Commitment to Sustainable Growth
In my FY2020 joint message with the Executive Chairman, Mr. Tanamoto, as published in our Annual Report for FY2020, we affirmed our commitment to the Group’s sustainable growth. In FY2021, we achieved a “V-shape” recovery and had started some IT initiation projects within the Group to enhance operational efficiency and effectiveness.
In the longer term, we are committed to building up a stronger balance sheet. As at end of FY2021, we have reduced our total borrowings to US$83.8 million, down from US$114.0 million as at end of FY2020. Our debt-to-equity ratio is now less than 1. Our operating cashflow is stronger than a year ago.
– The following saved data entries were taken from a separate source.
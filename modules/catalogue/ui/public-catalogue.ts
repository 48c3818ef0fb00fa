// The buyer's catalogue: the public list of pianos on the floor, read without signing in.
import type { CataloguePage, CatalogueQuery } from '@/modules/catalogue/core/catalogue';
import { errorMessage, UNREACHABLE, type Loaded } from '@/modules/disclosure/ui/public-disclosure';
import type { PianoKind } from '@/modules/pianos/core/piano';

export const CATALOGUE_PATH = '/pianos-for-sale';

export type SizeBand = 'under100' | 'from100' | 'from120' | 'from140' | 'from180';
export const SIZE_BANDS: readonly SizeBand[] = ['under100', 'from100', 'from120', 'from140', 'from180'];
// Uprights are measured in height, grands in length: the same centimetres serve both.
export const SIZE_LABELS: Record<SizeBand, string> = { under100: 'Under 100 cm', from100: '100–119 cm', from120: '120–139 cm', from140: '140–179 cm', from180: '180 cm and over' };
const SIZE_RANGES: Record<SizeBand, [number | undefined, number | undefined]> = { under100: [undefined, 99], from100: [100, 119], from120: [120, 139], from140: [140, 179], from180: [180, undefined] };

export type PriceBand = 'under3k' | 'from3k' | 'from6k' | 'from10k';
export const PRICE_BANDS: readonly PriceBand[] = ['under3k', 'from3k', 'from6k', 'from10k'];
// In whole units of the shop's currency; the query takes minor units.
const PRICE_RANGES: Record<PriceBand, [number | undefined, number | undefined]> = { under3k: [undefined, 2_999], from3k: [3_000, 5_999], from6k: [6_000, 9_999], from10k: [10_000, undefined] };

export interface CatalogueFilters {
  kind: PianoKind | null;
  size: SizeBand | null;
  price: PriceBand | null;
  offset: number;
}

const DIGITS: Record<string, number> = { JPY: 0 };

/** The price bands' words in the shop's currency: "Under USD 3,000". */
export function priceLabels(currency: string): Record<PriceBand, string> {
  const n = (v: number) => `${currency} ${v.toLocaleString('en-US')}`;
  return { under3k: `Under ${n(3_000)}`, from3k: `${n(3_000)}–${(5_999).toLocaleString('en-US')}`, from6k: `${n(6_000)}–${(9_999).toLocaleString('en-US')}`, from10k: `${n(10_000)} and over` };
}

/** The server's query for the chosen filters. */
export function catalogueSearch(f: CatalogueFilters, currency: string): string {
  const q: Partial<Record<keyof CatalogueQuery, string>> = {};
  if (f.kind) q.kind = f.kind;
  if (f.size) {
    const [min, max] = SIZE_RANGES[f.size];
    if (min != null) q.minSizeCm = String(min);
    if (max != null) q.maxSizeCm = String(max);
  }
  if (f.price) {
    const scale = 10 ** (DIGITS[currency] ?? 2);
    const [min, max] = PRICE_RANGES[f.price];
    if (min != null) q.minPriceMinor = String(min * scale);
    if (max != null) q.maxPriceMinor = String((max + 1) * scale - 1);
  }
  if (f.offset) q.offset = String(f.offset);
  const s = new URLSearchParams(q as Record<string, string>).toString();
  return s ? `?${s}` : '';
}

export async function fetchCatalogue(search: string): Promise<Loaded<CataloguePage>> {
  let response: Response;
  try {
    response = await fetch(`/api/public/pianos${search}`, { headers: { Accept: 'application/json' }, cache: 'no-store' });
  } catch {
    return { state: 'error', message: UNREACHABLE };
  }
  if (!response.ok) return { state: 'error', message: await errorMessage(response, 'The list of pianos did not load') };
  return { state: 'ok', data: (await response.json()) as CataloguePage };
}
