@dataclass(frozen=True)
class SpectralResponse:
    """Relative spectral response of a camera, as quadrature nodes and weights.

    ``band_radiance(T) = sum(weights * L_lambda(wavelength, T))`` approximates
    integral R(lambda) L_lambda(lambda, T) d lambda [W m-2 sr-1].

    Attributes
    ----------
    wavelength : ndarray of shape (K,)
        Quadrature nodes [m].
    weights : ndarray of shape (K,)
        Response times trapezoid weights [m].
    description : str
        How the response was defined (for metadata and reports).
    """

    wavelength: np.ndarray
    weights: np.ndarray
    description: str = ""
    response: np.ndarray = field(default=None, repr=False)

    @classmethod
    def rectangular(cls, lo, hi, step=5e-9):
        """Ideal band: response 1 between ``lo`` and ``hi`` [m], 0 outside.

        Uses a uniform grid of at most ``step`` [m] for narrow bands and a geometric grid
        for bands spanning more than a factor 3 (e.g. 0.5-1000 um for Stefan-Boltzmann).
        """
        lo, hi = float(lo), float(hi)
        if not (0 < lo < hi):
            raise ValueError(f"spectral band must satisfy 0 < lo < hi, got [{lo}, {hi}] m")
        if hi / lo > 3.0:
            lam = np.geomspace(lo, hi, 40001)
        else:
            n = int(np.ceil((hi - lo) / step)) + 1
            lam = np.linspace(lo, hi, max(n, 257))
        resp = np.ones_like(lam)
        return cls(lam, _trapezoid_weights(lam) * resp,
                   f"rectangular {lo * 1e6:g}-{hi * 1e6:g} um", resp)

    @classmethod
    def tabulated(cls, wavelength, response, step=5e-9, description="tabulated"):
        """Response tabulated at ``wavelength`` [m], linearly interpolated onto a fine grid.

        The response is normalised to a peak of 1; only its shape matters because the
        camera calibration carries the scale.
        """
        wl = np.asarray(wavelength, dtype=float)
        r = np.asarray(response, dtype=float)
        if wl.ndim != 1 or wl.shape != r.shape or wl.size < 2:
            raise ValueError("spectral response needs two equal-length columns with at least 2 rows")
        if np.any(np.diff(wl) <= 0):
            raise ValueError("spectral response wavelengths must increase strictly")
        if np.any(~np.isfinite(r)) or np.any(r < 0) or r.max() <= 0:
            raise ValueError("spectral response values must be finite, >= 0 and not all zero")
        n = max(int(np.ceil((wl[-1] - wl[0]) / step)) + 1, 257)
        lam = np.union1d(np.linspace(wl[0], wl[-1], n), wl)
        resp = np.interp(lam, wl, r / r.max())
        return cls(lam, _trapezoid_weights(lam) * resp, description, resp)

    @property
    def band(self):
        """(lo, hi) wavelength limits of the response [m]."""
        return float(self.wavelength[0]), float(self.wavelength[-1])

    def band_radiances(self, temperature, transmittances):
        """Band radiance for several weightings at once, sharing the Planck evaluations.

        Returns an array of shape (len(transmittances),) + temperature.shape; ``None`` in
        ``transmittances`` stands for no path. ``temperature`` may be a ``PlanckTable`` of
        this response (Planck's law evaluated once for many weightings).
        """
        ws = np.stack([self.weights if tr is None else self.weights * np.asarray(tr, float)
                       for tr in transmittances], axis=1)              # (K, J)
        shape, out = self._integrate(temperature, ws)
        return np.moveaxis(out, 1, 0).reshape((ws.shape[1],) + shape)

    def band_radiance(self, temperature, transmittance=None):
        """Band radiance seen through this response [W m-2 sr-1].

        Parameters
        ----------
        temperature : array_like or PlanckTable
            Blackbody temperature [K], any shape; or a ``PlanckTable`` of this response.
        transmittance : array_like of shape (K,), optional
            Spectral transmittance of a path at ``self.wavelength`` [fraction].

        Notes
        -----
        L_band(T) = integral R(lambda) tau(lambda) L_lambda(lambda, T) d lambda, by the
        trapezoid rule on the response grid.
        """
        w = self.weights if transmittance is None else self.weights * np.asarray(transmittance, float)
        shape, out = self._integrate(temperature, w)
        return out.reshape(shape)

    def weighted_transmittance(self, transmittance, temperature):
        """Band transmittance of a spectral transmittance, weighted by a blackbody at T.

        Parameters
        ----------
        transmittance : array_like of shape (K,) or (..., K)
            Spectral transmittance at ``self.wavelength`` [fraction]; leading axes are
            several paths.
        temperature : array_like or PlanckTable
            Temperature of the source whose spectrum weights the mean [K].

        Returns
        -------
        ndarray
            tau_eff [fraction], of shape ``transmittance.shape[:-1] + temperature.shape``.

        Notes
        -----
        tau_eff(T) = integral R tau L_lambda(lambda, T) d lambda / integral R L_lambda(lambda, T) d lambda,
        both by the trapezoid rule on the response grid (``band_radiances``), Planck's law
        from [1]_.
        """
        tau = np.asarray(transmittance, dtype=float)
        rows = tau.reshape(-1, tau.shape[-1])
        l_band = self.band_radiances(temperature, [None, *rows])
        out = l_band[1:] / l_band[0]
        return out.reshape(tau.shape[:-1] + out.shape[1:])

    def planck_table(self, temperature):
        """Planck's law at this response's wavelengths for fixed temperatures, kept.

        Band integrals of the returned ``PlanckTable`` under any weighting cost one
        weighted sum each and equal, bit for bit, those computed from the temperatures.
        Its size is ``temperature.size * K * 4`` bytes (float32, see ``_planck_blocks``).
        """
        t = np.asarray(temperature, dtype=float)
        return PlanckTable(self.wavelength, t, tuple(self._planck_blocks(t.reshape(-1))))

    def _planck_blocks(self, flat):
        """(slice, L_lambda of shape (n, K), float32) over a flat temperature array, in blocks.

        The spectral radiances are rounded to float32 (relative 6e-8 each) before the
        weighted sum, which is taken in float64: band integrals over the response's K
        nodes then move by about 1e-9 relative (the roundings are independent and average
        out), about 1e-7 K in temperature, below the float32 step of the corrected
        temperatures, while a kept table (``planck_table``) takes half the memory (85
        instead of 171 MB for a 7.5-14 um band, in every process of a survey). Kept or
        not, the blocks are the same, so the numbers are too."""
        # blocks keep the (T, lambda) temporary small
        blk = max(1, 2_000_000 // self.wavelength.size)
        for s in range(0, flat.size, blk):
            yield slice(s, s + blk), planck_radiance(self.wavelength[None, :], flat[s:s + blk, None]).astype(np.float32)

    def _integrate(self, temperature, w):
        """sum_k w_k L_lambda(lambda_k, T) for each T, w of shape (K,) or (K, J): the one
        loop of the band integrals. Returns (temperature shape, values of shape (T.size,) + w.shape[1:])."""
        if isinstance(temperature, PlanckTable):
            if temperature.wavelength is not self.wavelength and \
                    not np.array_equal(temperature.wavelength, self.wavelength):
                raise ValueError("the Planck table belongs to another spectral response")
            shape, blocks = temperature.temperature.shape, temperature.blocks
            size = temperature.temperature.size
        else:
            t = np.asarray(temperature, dtype=float)
            shape, size = t.shape, t.size
            blocks = self._planck_blocks(t.reshape(-1))
        out = np.empty((size,) + w.shape[1:])
        # float32 radiances are widened SUB rows at a time into one small float64 buffer
        # that stays in cache for the product (a third faster than widening whole blocks)
        buf = np.empty((min(_SUB_ROWS, max(size, 1)), w.shape[0]))
        for sl, lt in blocks:
            o = out[sl]
            for s in range(0, lt.shape[0], buf.shape[0]):
                m = min(buf.shape[0], lt.shape[0] - s)
                np.copyto(buf[:m], lt[s:s + m])
                np.matmul(buf[:m], w, out=o[s:s + m])
        return shape, out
We will continue to work on strengthening our balance sheet, through timely divestment, deleveraging and achieving better liquidity position. In addition, we strive to reallocate our cash as well as human resources into more profitable projects, including both existing and new business arenas, so as to optimise profitability.
Our corporate philosophy is to take on new challenges, create new value and contribute to the society. With the ever-evolving business environment, we are keenly aware of the need to evolve and adapt. We will work hard for sustainable profitability for the Group through evolving, adapting, as well as exploring new business opportunities, so as to deliver a sustainable dividend yield that would lead to a share price that reflects the true long-term value of our Group.